AIM OF THE TASK: Repeat the lines of the data that follow, please, starting at the first and stopping after the one with "(the condition makes".

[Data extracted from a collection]
// Benchmark: the register's pages per role on a register of 100,000 findings. Target: the data
// behind one page — the same calls the page makes, in the same order — in under 300 ms at
// 100,000 findings (median of the runs; the p95 is printed beside it).
//
// Run with `npx tsx --conditions=react-server bench/register.ts` (the condition makes
// `import "server-only"` a no-op). Options: `--findings N` builds N findings instead of 100,000;
// `--runs N` times each call N times (5 by default, after one untimed run that prepares its
// statements, as a running server has); `--explain` prints the query plan (EXPLAIN QUERY PLAN) of
// every statement of a page that misses the target; `--keep-files` keeps the database (its path is
// printed); `--database PATH` measures a register kept before instead of building one.
//
// The script builds the register of bench/export.ts (bench/lib/register-db.ts: 100 rooms, 2,000
// storage units, 20,000 containers, 100,000 findings with traces), then gives its people the shares
// a site has: the facilities user is the contact for 10 of the 100 rooms (and owns the units the
// builder gave them, about 400); one researcher keeps the builder's share (about 4,000 live and
// disposed containers and 400 units, a fifth of everything: the heaviest case), the other a
// typical one (about 160 live containers and 15 units; the rest go to a sixth person, the rest of the
// group). Then a fresh Node process (so nothing is cached
// from the build) runs, for each role, the pages' data calls:
//
// - Register, "One line per problem" (the default view): countFindingsBySeverity and
//   listFindingLinesPage (db/queries/findings.ts), as app/(app)/register/page.tsx calls them;
// - Register, "By location": countFindingsBySeverity, listFindingLocations and findingLinesAt for
//   the locations shown (at most 200);
// - Register, "Every finding": countFindingsBySeverity (the page) and listFindingsPage (the JSON API
//   the table reads);
//   each with the role's default view (open, acknowledged and mitigating, worst first) and with a
//   few typical filters: one severity, a room, a storage unit, a search (q) and mine=true;
// - the Overview's figures: overviewCounts, locationsClosestToLimits, recentFindingEvents and, for
//   a researcher, openFindingsContributedElsewhere (db/queries/overview.ts, location-findings.ts);
// - the "Open findings here" panels of a room, a storage unit and a container
//   (db/queries/location-findings.ts).
//
// It reports; it does not fail: the exit code is 0 either way.
import { spawnSync } from "node:child_process";
import fs from "node:fs";
import os from "node:os";
import path from "node:path";
import type { SessionUser } from "@/lib/auth/session";
import type { OpenFindingsHere } from "@/lib/register/open-findings";

const argValue = (name: string) => {
  const index = process.argv.indexOf(name);
  return index >= 0 ? process.argv[index + 1] : undefined;
};
const FINDING_COUNT = Number(argValue("--findings") ?? 100_000);
const RUNS = Math.max(1, Number(argValue("--runs") ?? 5));
const EXPLAIN = process.argv.includes("--explain");
const TARGET_MS = 300;
/** Rooms (of 100) the facilities user is the contact for. */
const CONTACT_ROOM_EVERY = 10;
/** The typical researcher keeps one in this many of the containers and units the builder gave them. */
const TYPICAL_SHARE_EVERY = 20;

type Measured = { role: string; page: string; filter: string; samplesMs: number[]; rows: string };

const fixed = (value: number, digits = 0) => value.toFixed(digits);

/** The people of the bench register and the shares described in the header. */
function assignShares(sqlite: import("better-sqlite3").Database): void {
  const id = (email: string) => (sqlite.prepare("select id from users where email = ?").get(email) as { id: number }).id;
  const typical = id("bench.2@example.test");
  const facilities = id("bench.3@example.test");
  sqlite.transaction(() => {
    // The containers and units the typical researcher gives up go to the rest of their group.
    const group = Number(sqlite.prepare("insert into users (email, name, role) values ('bench.5@example.test', 'Bench group', 'researcher')").run().lastInsertRowid);
    sqlite.prepare("update rooms set facilities_contact_id = ? where id % ? = 0").run(facilities, CONTACT_ROOM_EVERY);
    sqlite.prepare("update containers set owner_id = ? where owner_id = ? and id % ? <> 0").run(group, typical, TYPICAL_SHARE_EVERY);
    sqlite.prepare("update storage_units set owner_id = ? where owner_id = ? and id % ? <> 0").run(group, typical, TYPICAL_SHARE_EVERY);
  })();
  sqlite.exec("ANALYZE");
}

/** The child process: every page's calls for every role, timed. */
async function measure(): Promise<void> {
  const { getDb, closeDb } = await import("@/db/client");
  const findingQueries = await import("@/db/queries/findings");
  const { overviewCounts, locationsClosestToLimits, recentFindingEvents } = await import("@/db/queries/overview");
  const { openFindingsInRoom, openFindingsInUnit, openFindingsOfContainer, openFindingsContributedElsewhere } = await import("@/db/queries/location-findings");
  const { scopeFor } = await import("@/lib/auth/permissions");
  const { findingListQuerySchema } = await import("@/lib/register/schemas");
  const { BUILT_IN_VIEWS } = await import("@/lib/register/views");
  const { median } = await import("./lib/stats");
  const { explainStatements } = await import("./lib/query-plan");
  const { countFindingsBySeverity, findingLinesAt, listFindingLinesPage, listFindingLocations, listFindingsPage } = findingQueries;

  const db = getDb();
  const sqlite = db.$client;
  const person = (email: string): SessionUser => sqlite.prepare("select id, email, name, role from users where email = ?").get(email) as SessionUser;
  const count = (sql: string, ...params: unknown[]) => (sqlite.prepare(sql).get(...params) as { n: number }).n;
  const roles: { label: string; user: SessionUser }[] = [
    { label: "safety officer", user: person("bench.0@example.test") },
    { label: "researcher, typical", user: person("bench.2@example.test") },
    { label: "researcher, a fifth", user: person("bench.1@example.test") },
    { label: "facilities", user: person("bench.3@example.test") },
  ];
  for (const { label, user } of roles) {
    const containersOwned = count("select count(*) as n from containers where owner_id = ? and state not in ('empty', 'disposed')", user.id);
    const unitsOwned = count("select count(*) as n from storage_units where owner_id = ?", user.id);
    const contactRooms = count("select count(*) as n from rooms where facilities_contact_id = ?", user.id);
    console.log(`${label.padEnd(20)} ${user.email}: ${containersOwned.toLocaleString("en-GB")} live containers, ${unitsOwned} units owned, contact for ${contactRooms} rooms.`);
  }

  // A busy room, one of its units and a live container there: the filters and the panels.
  const room = sqlite.prepare("select room_id as id, count(*) as n from findings group by room_id order by n desc limit 1").get() as { id: number };
  const unit = sqlite.prepare("select storage_unit_id as id from findings where room_id = ? group by storage_unit_id order by count(*) desc limit 1").get(room.id) as { id: number };

  const results: Measured[] = [];
  const time = (role: string, page: string, filter: string, run: () => string) => {
    run(); // prepares the statements, as a server that has served the page before
    const samplesMs: number[] = [];
    let rows = "";
    for (let i = 0; i < RUNS; i++) {
      const startMs = performance.now();
      rows = run();
      samplesMs.push(performance.now() - startMs);
    }
    results.push({ role, page, filter, samplesMs, rows });
    process.stderr.write(`  ${role} · ${page} · ${filter || "-"}: ${fixed(median(samplesMs))} ms\n`);
    if (EXPLAIN && median(samplesMs) >= TARGET_MS) {
      console.log(`\n${role} · ${page} · ${filter}: ${fixed(median(samplesMs))} ms. Query plans:`);
      for (const { sql, plan } of explainStatements(sqlite, () => void run())) {
        console.log(`  ${sql.replace(/\s+/g, " ").slice(0, 400)}`);
        for (const line of plan) console.log(`    ${line}`);
      }
    }
  };

  for (const { label, user } of roles) {
    const scope = scopeFor(user.role, "findings.read")!;
    const defaultView = BUILT_IN_VIEWS[user.role];
    const container = sqlite
      .prepare(
        `select c.id from containers c where c.state not in ('empty', 'disposed') and (@scope = 'all' or c.owner_id = @userId or @role <> 'researcher')
           order by c.id limit 1`,
      )
      .get({ scope, userId: user.id, role: user.role }) as { id: number };
    const filters: [string, string][] = [
      ["default view", defaultView],
      ["severity=critical", `${defaultView}&severity=critical`],
      [`roomId (busiest room)`, `${defaultView}&roomId=${room.id}`],
      [`storageUnitId`, `${defaultView}&storageUnitId=${unit.id}`],
      ["q=hexane", `${defaultView}&q=hexane`],
      ...(user.role === "auditor" ? [] : ([["mine=true", `${defaultView}&mine=true`]] as [string, string][])),
    ];
    for (const [filter, queryString] of filters) {
      const query = findingListQuerySchema.parse(Object.fromEntries(new URLSearchParams(queryString)));
      time(label, "Register: one line per problem", filter, () => {
        const counts = countFindingsBySeverity(user, scope, query);
        const { lines, total, findings } = listFindingLinesPage(user, scope, { ...query, view: "lines" });
        return `${lines.length} of ${total} lines, ${findings} findings (${Object.values(counts).reduce((a, b) => a + b, 0)} counted)`;
      });
      time(label, "Register: by location", filter, () => {
        countFindingsBySeverity(user, scope, query);
        const all = listFindingLocations(user, scope, query);
        const shown = all.slice(0, 200);
        const lines = findingLinesAt(user, scope, query, shown);
        return `${all.length} locations, lines at ${lines.size}`;
      });
      time(label, "Register: every finding", filter, () => {
        countFindingsBySeverity(user, scope, query);
        const { rows, total } = listFindingsPage(user, scope, { ...query, view: "flat" });
        return `${rows.length} of ${total} findings`;
      });
    }
    // overviewCounts is async (drizzle's $count), so the Overview is timed here rather than by time().
    const overviewSamples: number[] = [];
    let overviewRows = "";
    const overview = async () => {
      const counts = await overviewCounts(user, scope);
      const closest = locationsClosestToLimits(user, scope);
      const events = recentFindingEvents(user, scope);
      const elsewhere = user.role === "researcher" ? openFindingsContributedElsewhere(user) : null;
      const open = Object.values(counts.openFindings).reduce((a, b) => a + b, 0);
      return `${open} open findings, ${closest.length} closest, ${events.length} events${elsewhere ? `, ${elsewhere.count} elsewhere` : ""}`;
    };
    await overview();
    for (let i = 0; i < RUNS; i++) {
      const startMs = performance.now();
      overviewRows = await overview();
      overviewSamples.push(performance.now() - startMs);
    }
    results.push({ role: label, page: "Overview", filter: "", samplesMs: overviewSamples, rows: overviewRows });
    process.stderr.write(`  ${label} · Overview: ${fixed(median(overviewSamples))} ms\n`);
    if (EXPLAIN && median(overviewSamples) >= TARGET_MS) {
      console.log(`\n${label} · Overview: ${fixed(median(overviewSamples))} ms. Query plans (without overviewCounts' own counts):`);
      for (const { sql, plan } of explainStatements(sqlite, () => {
        locationsClosestToLimits(user, scope);
        recentFindingEvents(user, scope);
        if (user.role === "researcher") openFindingsContributedElsewhere(user);
      })) {
        console.log(`  ${sql.replace(/\s+/g, " ").slice(0, 400)}`);
        for (const line of plan) console.log(`    ${line}`);
      }
    }
    const here = (h: OpenFindingsHere | null) => (h ? `${h.items.length} listed, ${h.hidden.count} outside the scope` : "no such container");
    time(label, "Open findings here: room", "", () => here(openFindingsInRoom(user, scope, room.id)));
    time(label, "Open findings here: unit", "", () => here(openFindingsInUnit(user, scope, unit.id)));
    time(label, "Open findings here: container", "", () => here(openFindingsOfContainer(user, scope, container.id)));
  }
  closeDb();
  console.log(JSON.stringify({ results }));
}

function printTable(results: Measured[]): void {
  const rows = results.map((r) => {
    const sorted = [...r.samplesMs].sort((a, b) => a - b);
    const medianMs = sorted[Math.ceil(0.5 * sorted.length) - 1];
    const p95Ms = sorted[Math.ceil(0.95 * sorted.length) - 1];
    return { ...r, medianMs, p95Ms };
  });
  const widths = { role: 20, page: 32, filter: 22 };
  console.log(
    `\n${"role".padEnd(widths.role)} ${"page (its data calls)".padEnd(widths.page)} ${"filter".padEnd(widths.filter)} ${"median".padStart(8)} ${"p95".padStart(8)}  target  what it read`,
  );
  for (const r of rows) {
    console.log(
      `${r.role.padEnd(widths.role)} ${r.page.padEnd(widths.page)} ${r.filter.padEnd(widths.filter)} ${`${fixed(r.medianMs)} ms`.padStart(8)} ${`${fixed(r.p95Ms)} ms`.padStart(8)}  ${r.medianMs < TARGET_MS ? "met   " : "MISSED"}  ${r.rows}`,
    );
  }
  const missed = rows.filter((r) => r.medianMs >= TARGET_MS);
  console.log(
    `\nTarget: a page's data in under ${TARGET_MS} ms (median of ${RUNS} runs) at ${FINDING_COUNT.toLocaleString("en-GB")} findings: ` +
      (missed.length ? `${missed.length} of ${rows.length} pages missed it.` : `met by all ${rows.length} pages.`),
  );
}

async function main(): Promise<void> {
  if (process.argv.includes("--measure-only")) {
    await measure();
    return;
  }
  const keepFiles = process.argv.includes("--keep-files");
  const reused = argValue("--database");
  const tempDir = fs.mkdtempSync(path.join(os.tmpdir(), "headroom-bench-register-"));
  process.env.DATABASE_PATH = reused ?? path.join(tempDir, "register.db");
  process.env.LOG_LEVEL = "silent";
  try {
    if (!reused) {
      const { buildRegisterDb } = await import("./lib/register-db");
      await buildRegisterDb({ findings: FINDING_COUNT, shortTraces: true });
      const { getDb, closeDb } = await import("@/db/client");
      assignShares(getDb().$client);
      closeDb();
    }
    const loadAtStart = os.loadavg();
    const child = spawnSync(process.execPath, [...process.execArgv, process.argv[1], "--measure-only", ...process.argv.slice(2)], {
      env: { ...process.env },
      encoding: "utf8",
      maxBuffer: 64 * 2 ** 20,
      // Progress goes to stderr as each page is measured; the results come back on stdout.
      stdio: ["ignore", "pipe", "inherit"],
    });
    if (child.status !== 0) throw new Error("the measuring process failed (its error is above)");
    const lines = child.stdout.trim().split("\n");
    console.log(lines.slice(0, -1).join("\n"));
    printTable((JSON.parse(lines.at(-1)!) as { results: Measured[] }).results);
    const loadAtEnd = os.loadavg();
    console.log(`Load average (1 min) ${fixed(loadAtStart[0], 2)} at the start, ${fixed(loadAtEnd[0], 2)} at the end. Machine: ${os.cpus().length} cores; Node ${process.version}.`);
    if (keepFiles) console.log(`Kept: ${process.env.DATABASE_PATH}`);
  } finally {
    if (!keepFiles || reused) fs.rmSync(tempDir, { recursive: true, force: true });
  }
}

main().catch((error) => {
  console.error(error);
  process.exitCode = 1;
});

ANSWER TO THIS EXERCISE:
// Benchmark: the register's pages per role on a register of 100,000 findings. Target: the data
// behind one page — the same calls the page makes, in the same order — in under 300 ms at
// 100,000 findings (median of the runs; the p95 is printed beside it).
//
// Run with `npx tsx --conditions=react-server bench/register.ts` (the condition makes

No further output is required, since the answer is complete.